The Mouse has sharp teeth, doen't he?


----------



## SDKath (Mar 30, 2008)

Yep, and  a strange new "disease" emerges after about a month of purchase.  It's called "addonitis."  Beware because it hits hard and doesn't seem to go away until your portofolio has more and more points in it....

Good luck and congrats.   Katherine


----------



## laxmom (Mar 30, 2008)

A month!?  The wheels are already spinnin'!  The closing costs for HHI are high because of S. Carolina requiring an attorney so....the next contract may be thru Disney direct.  One important thing for us was to get into the system without having to buy 160 points.  I am thinking 130 would be a nice number for just the two of us.....for now.  With the banking and borrowing, we should be ok at that number but that could change. Depends on how deep Mickey sank his teeth in!!!

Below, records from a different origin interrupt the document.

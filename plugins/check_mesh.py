"""Built-in plugin `check_mesh` (not yet filled in: provides nothing)."""
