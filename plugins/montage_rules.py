"""Built-in plugin `montage_rules` (not yet filled in: provides nothing)."""
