"""``headprep export``: write a bundle into another open container (.mat, HDF5)."""
from __future__ import annotations

import argparse
import json
from pathlib import Path

from ..atomic import check_writable
from ..bundle import load_bundle
from ..console import EXIT_OK
from ..errors import UsageError

HELP = "write a bundle into another open container (.mat, HDF5)"
DESCRIPTION = """\
Write a verified bundle into another open container, for solvers in other
languages: the lead field, electrode and source positions, normals, labels and
the manifest's metadata.

  headprep export subject.bundle --to mat --out subject.mat
  headprep export subject.bundle --to mat --option version=7.3 --out subject.mat
  headprep export subject.bundle --to hdf5 --out subject.h5

The file is written atomically and never replaces an existing one without
--force. 'headprep plugins' lists the exporters and their options."""


def add_arguments(parser: argparse.ArgumentParser) -> None:
    parser.add_argument("bundle", help="bundle directory or .zip")
    parser.add_argument("--to", required=True, metavar="FORMAT", help="exporter name: mat, hdf5, ...")
    parser.add_argument("--out", required=True, metavar="FILE", help="file to write")
    parser.add_argument("--option", action="append", default=[], metavar="KEY=VALUE",
                        help="exporter option (repeatable), e.g. version=7.3 for mat")
    parser.add_argument("--force", action="store_true", help="replace an existing file")
    parser.add_argument("--json", action="store_true", help="print one JSON document on stdout")


def _parse_options(items: list[str], defaults: dict) -> dict:
    out = {}
    for item in items:
        key, sep, raw = item.partition("=")
        if not sep or not key:
            raise UsageError(f"--option {item!r}: expected KEY=VALUE")
        if isinstance(defaults.get(key), str):
            out[key] = raw
            continue
        try:
            out[key] = json.loads(raw)
        except json.JSONDecodeError:
            out[key] = raw
    return out


def run(args: argparse.Namespace, ctx) -> int:  # noqa: ANN001
    reg = ctx.registry
    exporter = reg.get("exporter", args.to)
    out = Path(args.out)
    if out.exists() and not args.force:
        raise UsageError(f"{out}: already exists; use --force to replace it")
    if out.is_dir():
        raise UsageError(f"{out}: is a directory")
    check_writable(out)
    opts = reg.options(exporter, _parse_options(args.option, dict(exporter.defaults)), f"--option for '{args.to}'")
    bundle = load_bundle(args.bundle)
    written = reg.call(exporter, "export", bundle, out, step=f"exporter '{exporter.name}' writing {out}", **opts)
    doc = {"bundle": args.bundle, "exporter": exporter.name, "options": opts, "out": str(written), "findings": []}
    ctx.emit(doc, f"{args.bundle}: exported with '{exporter.name}' to {written}")
    return EXIT_OK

We just went under contract on a small 50 pt HHI contract; a getaway for DH and I.  We also have a week at Grande Vista in Orlando eoy and a HHI week also for when we travel with the kids or friends and need a full 2 bedroom.  I understand what you are saying about staying on property.  I am looking forward to the flexibility of a point system in addition to our Marriotts.  I am thinking 2 or 3 smaller contracts should suffice.....for now......


----------



## SDKath (Mar 30, 2008)

:hysterical: Ok, WHILE you are in escrow, addonitis starts spreading through your body.  Sorry.  I should correct my above post.  Medically incorrect information is bad on the web.


----------



## laxmom (Mar 30, 2008)

No, leave it!  Just amend it to include the caution that it can lead to obsessive compulsive tendencies!


----------



## Steamboat Bill (Mar 30, 2008)

I have a chronic case of addonitis as I have bought 7 different DVC contracts adn still looking for more.


----------



## SDKath (Mar 31, 2008)

Steamboat, where do you own and how many points?  Are you picking up resale contracts?  You must be having fun....


Katherine


----------



## JudyS (Mar 31, 2008)

Steamboat Bill said:


> I have a chronic case of addonitis as I have bought 7 different DVC contracts adn still looking for more.

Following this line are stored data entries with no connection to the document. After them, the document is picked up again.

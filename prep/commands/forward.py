"""``headprep forward``: compute a lead field for given sources with a chosen head model."""
from __future__ import annotations

import argparse
from pathlib import Path

import numpy as np

from ..atomic import atomic_file, check_writable
from ..errors import ReadError, UsageError
from ..forward import DEFAULT_SHELLS, build_forward, outside_innermost, sphere_conductor
from ..console import exit_status, format_findings
from ..model import Sensors, VolumeConductor
from ..readers import check_input_file, read_sensors, read_surface

HELP = "compute a lead field for given sources with a chosen head model"
DESCRIPTION = """\
Compute a lead field (V/(A*m)) at given dipole positions, e.g. to check the
kit's numbers against another computation.

Sources: a TSV with header 'x y z' (free orientation: output has x, y, z
components) or 'x y z nx ny nz' (fixed orientation along the normal, which is
scaled to unit length), in metres; or a .npy of shape (n, 3) or (n, 6).
Output: .npy of shape (n_sensors, n_sources) for fixed or
(n_sensors, n_sources, 3) for free orientation. Rows are the EEG channels of
the sensor file in file order (channels of other kinds, e.g. EOG, are left
out). Average reference unless --reference LABEL.

--model spheres: concentric spheres; --centre, --radii and --conductivities
(metres, S/m, inside -> out) default to a sphere fitted to the electrodes and
the published defaults of docs/sphere-model.md. Sources must lie inside the
innermost sphere.
--model bem: boundary elements on --inner-skull, --outer-skull and --scalp
meshes (same frame as the electrodes), conductivities inside -> out
(default 0.33, 0.0042, 0.33 S/m); --mesh-units states the meshes' length unit
(else it is inferred from their size, with an input.units-suspect warning).
Exit 0, or 1 if a reader reported a failed check; 2 when an input cannot be
used (nothing is written).
"""

#: default conductivities for three nested layers, inside -> out (brain, skull, scalp), S/m:
#: the same published values as the 3-shell sphere model (docs/sphere-model.md).
LAYER_CONDUCTIVITIES = DEFAULT_SHELLS[3][1]


def add_arguments(parser: argparse.ArgumentParser) -> None:
    parser.add_argument("--model", choices=("spheres", "bem"), required=True, help="head model")
    parser.add_argument("--sensors", required=True, metavar="FILE", help="electrode file")
    parser.add_argument("--sources", required=True, metavar="FILE", help="dipole positions (.tsv or .npy), metres")
    parser.add_argument("--out", required=True, metavar="LF.npy", help="where to write the lead field")
    parser.add_argument("--reference", default="average", metavar="LABEL",
                        help="reference electrode label (default: average reference)")
    parser.add_argument("--reader", metavar="NAME", help="sensor reader to use (default: by file name)")
    parser.add_argument("--units", metavar="UNIT", help="length unit of the sensor file (m, cm, mm)")
    parser.add_argument("--centre", metavar="X,Y,Z", help="sphere centre, metres (default: fitted)")
    parser.add_argument("--radii", metavar="R1,R2,...", help="sphere radii inside -> out, metres")
    parser.add_argument("--conductivities", metavar="S1,S2,...", help="conductivities inside -> out, S/m")
    parser.add_argument("--scalp", metavar="MESH", help="scalp mesh (bem)")
    parser.add_argument("--outer-skull", metavar="MESH", help="outer skull mesh (bem)")
    parser.add_argument("--inner-skull", metavar="MESH", help="inner skull mesh (bem)")
    parser.add_argument("--mesh-units", metavar="UNIT", help="length unit of the meshes (m, cm, mm; bem)")
    parser.add_argument("--json", action="store_true", help="print one JSON document on stdout")


def _floats(option: str, text: str | None, count: int | None = None) -> list[float] | None:
    if text is None:
        return None
    try:
        values = [float(v) for v in text.replace(" ", "").split(",") if v != ""]
    except ValueError:
        raise UsageError(f"{option} {text!r}: expected comma-separated numbers") from None
    if not values or not all(np.isfinite(values)):
        raise UsageError(f"{option} {text!r}: expected finite comma-separated numbers")
    if count is not None and len(values) != count:
        raise UsageError(f"{option} {text!r}: expected {count} numbers, got {len(values)}")
    return values


def read_sources(path: Path) -> tuple[np.ndarray, np.ndarray | None, list[int]]:
    """Dipole positions (m, 3) metres, unit normals (m, 3) or None, and each row's line (record) number."""
    if path.suffix.lower() == ".npy":
        try:
            arr = np.load(path, allow_pickle=False)
        except (ValueError, OSError) as exc:
            raise ReadError(path, None, f"not a readable .npy array ({exc})") from None
        if arr.ndim != 2 or arr.shape[1] not in (3, 6) or arr.dtype.kind not in "fiu":
            raise ReadError(path, None, f"expected a numeric array of shape (n, 3) or (n, 6), got {arr.shape} "
                                        f"{arr.dtype}")
        arr = arr.astype(np.float64)
        lines = list(range(1, len(arr) + 1))
    else:
        rows, lines = [], []
        header: list[str] | None = None
        with open(path, encoding="utf-8-sig", errors="replace") as fh:
            for lineno, raw in enumerate(fh, 1):
                text = raw.strip()
                if not text or text.startswith("#"):
                    continue
                cells = text.replace(",", " ").split()
                if header is None:
                    header = [c.lower() for c in cells]
                    if header not in (["x", "y", "z"], ["x", "y", "z", "nx", "ny", "nz"]):
                        raise ReadError(path, lineno, f"expected the header 'x y z' or 'x y z nx ny nz', "
                                                      f"got {text!r}")
                    continue
                if len(cells) != len(header):
                    raise ReadError(path, lineno, f"expected {len(header)} numbers, got {len(cells)}: {text!r}")
                try:
                    rows.append([float(c) for c in cells])
                except ValueError:
                    raise ReadError(path, lineno, f"not a number in {text!r}") from None
                lines.append(lineno)
        if header is None:
            raise ReadError(path, None, "empty file: expected the header 'x y z' or 'x y z nx ny nz'")
        arr = np.asarray(rows, dtype=np.float64).reshape(-1, len(header))
    if len(arr) == 0:
        raise ReadError(path, None, "no sources")
    bad = ~np.all(np.isfinite(arr), axis=1)
    if bad.any():
        raise ReadError(path, lines[int(np.flatnonzero(bad)[0])], "non-finite value")
    if arr.shape[1] == 3:
        return arr, None, lines
    norms = np.linalg.norm(arr[:, 3:], axis=1)
    if np.any(norms == 0):
        raise ReadError(path, lines[int(np.flatnonzero(norms == 0)[0])], "zero-length normal")
    return arr[:, :3], arr[:, 3:] / norms[:, None], lines


def _conductor(args: argparse.Namespace, ctx, positions: np.ndarray, frame: str) -> VolumeConductor:  # noqa: ANN001
    if args.model == "spheres":
        for opt in ("scalp", "outer_skull", "inner_skull", "mesh_units"):
            if getattr(args, opt):
                raise UsageError(f"--{opt.replace('_', '-')} belongs to --model bem")
        return sphere_conductor(positions, centre=_floats("--centre", args.centre, 3),
                                radii=_floats("--radii", args.radii),
                                conductivities=_floats("--conductivities", args.conductivities), frame=frame)
    for opt in ("centre", "radii"):
        if getattr(args, opt):
            raise UsageError(f"--{opt} belongs to --model spheres")
    missing = [f"--{o.replace('_', '-')}" for o in ("inner_skull", "outer_skull", "scalp") if not getattr(args, o)]
    if missing:
        raise UsageError(f"--model bem needs {', '.join(missing)}")
    sig = _floats("--conductivities", args.conductivities, 3) or list(LAYER_CONDUCTIVITIES)
    layers = tuple(read_surface(ctx.registry, getattr(args, o), o, frame=frame, units=args.mesh_units)
                   for o in ("inner_skull", "outer_skull", "scalp"))
    try:
        return VolumeConductor(kind="layers", conductivities=sig, layers=layers, frame=frame)
    except ValueError as exc:
        raise UsageError(f"--conductivities: {exc}") from exc


def _refuse_nonfinite(sensors: Sensors) -> None:
    """A lead field needs every EEG electrode's position: a missing one is unusable input (exit 2)."""
    bad = np.flatnonzero(sensors.eeg_mask & ~np.all(np.isfinite(sensors.positions), axis=1))
    if bad.size:
        i = int(bad[0])
        lines = sensors.provenance.extra.get("channel_lines")
        line = lines[i] if lines is not None and len(lines) == len(sensors) else None
        raise ReadError(sensors.provenance.file or "sensors", line,
                        f"electrode {sensors.labels[i]} has a missing or non-finite coordinate "
                        f"({bad.size} electrode(s) in all); a lead field needs every electrode's position")


def run(args: argparse.Namespace, ctx) -> int:  # noqa: ANN001
    src_path = check_input_file(args.sources, "sources")
    out = Path(args.out)
    if out.is_dir():
        raise UsageError(f"{out}: is a directory; give a file name for the lead field")
    check_writable(out)  # refuse before a (possibly long) computation
    sensors = read_sensors(ctx.registry, args.sensors, reader=args.reader, units=args.units)
    eeg = sensors.select(sensors.eeg_mask)
    if len(eeg) == 0:
        raise UsageError(f"{args.sensors}: no EEG channels")
    _refuse_nonfinite(sensors)
    positions, normals, lines = read_sources(src_path)
    conductor = _conductor(args, ctx, eeg.positions, eeg.frame)
    if conductor.kind == "layers":  # a boundary-element model would give zero columns: refuse instead
        from ..layers import sources_outside

        found = sources_outside(conductor, positions)
        if found:
            i = int(found[0].values["rows"][0])
            raise ReadError(src_path, lines[i], f"source {i} lies outside the inner skull mesh "
                                                f"({len(found[0].values['rows'])} such sources)")
    # what the readers noticed (units assumed from the size...) is shown, as in the other commands
    findings = [*sensors.findings, *(f for layer in conductor.layers or () for f in layer.findings)]
    outside = outside_innermost(conductor, positions)
    if outside.any():
        i = int(np.flatnonzero(outside)[0])
        dist = float(np.linalg.norm(positions[i] - conductor.centre))
        raise ReadError(src_path, lines[i], f"source at {dist * 1e3:.1f} mm from the sphere centre is not inside "
                                            f"the innermost sphere (radius {conductor.radii[0] * 1e3:.1f} mm; "
                                            "source files are in metres)")
    fm = build_forward(ctx.registry, conductor, eeg.labels, eeg.positions, reference=args.reference)
    step = 4096
    parts = []
    with ctx.progress((len(positions) + step - 1) // step, "lead field") as advance:
        for i in range(0, len(positions), step):
            parts.append(fm.evaluate(positions[i:i + step], None if normals is None else normals[i:i + step]))
            advance()
    matrix = np.concatenate(parts, axis=1)
    if not np.all(np.isfinite(matrix)):
        raise UsageError("the lead field has non-finite values; nothing written")
    with atomic_file(out, "wb") as fh:
        np.save(fh, matrix, allow_pickle=False)
    orientation = "fixed" if normals is not None else "free"
    doc = {"output": str(out), "shape": list(matrix.shape), "orientation": orientation,
           "reference": args.reference, "units": "V/(A*m)", "model": args.model, "solver": fm.solver,
           "conductor": conductor.describe(), "sensor_labels": list(eeg.labels),
           "n_sensors": matrix.shape[0], "n_sources": matrix.shape[1],
           "findings": [f.to_dict() for f in findings]}

    def human() -> str:
        lines_out = [f"wrote {out}: {matrix.shape[0]} EEG channels x {matrix.shape[1]} sources"
                     f"{' x 3 (x, y, z)' if orientation == 'free' else ''}, V/(A*m), "
                     f"{'average' if args.reference == 'average' else args.reference} reference"]
        d = conductor.describe()
        if conductor.kind == "spheres":
            lines_out.append("  spheres: centre " + ", ".join(f"{v * 1e3:.1f}" for v in d["centre_m"]) + " mm; radii "
                             + ", ".join(f"{v * 1e3:.1f}" for v in d["radii_m"]) + " mm; conductivities "
                             + ", ".join(f"{v:g}" for v in d["conductivities_S_per_m"]) + " S/m")
        else:
            lines_out.append("  layers: conductivities "
                             + ", ".join(f"{v:g}" for v in d["conductivities_S_per_m"]) + " S/m")
        if findings:
            lines_out.append(format_findings(findings))
        return "\n".join(lines_out)

    ctx.emit(doc, human)
    return exit_status(findings)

I have this problem, too, but I am generally able to control it by buying another II-affiliated timeshare to use for trading in!  Good thing, because I really can't afford more DVC points!

How bad a "mouse bite" do I have?  Well, I was there four weeks ago, and I'm going back week after next!


----------



## Janette (Mar 31, 2008)

We get e-mails from our resale company almost daily so it's great to be able to look for just the right contracts for our use year. If we have a few extra points we can always go the 13 miles out to the island for a little get-a-way. It is amazing how these mouse bites don't even hurt. I guess watching the epcot fireworks from our room at Beach Club was good medicine for bites.


----------



## tomandrobin (Mar 31, 2008)

Ah, the lure of Disney, back to the parks. 

We go in 10 day, Vero Beach end of May and July 4th weekend!!!


----------



## Steamboat Bill (Mar 31, 2008)

SDKath said:


> Steamboat, where do you own and how many points?  Are you picking up resale contracts?  You must be having fun....
> 
> 
> Katherine



I started with 500 VWL points in 2001 and then added 850 SSR points, I recently sold the VWL points for about a $6,000 profit.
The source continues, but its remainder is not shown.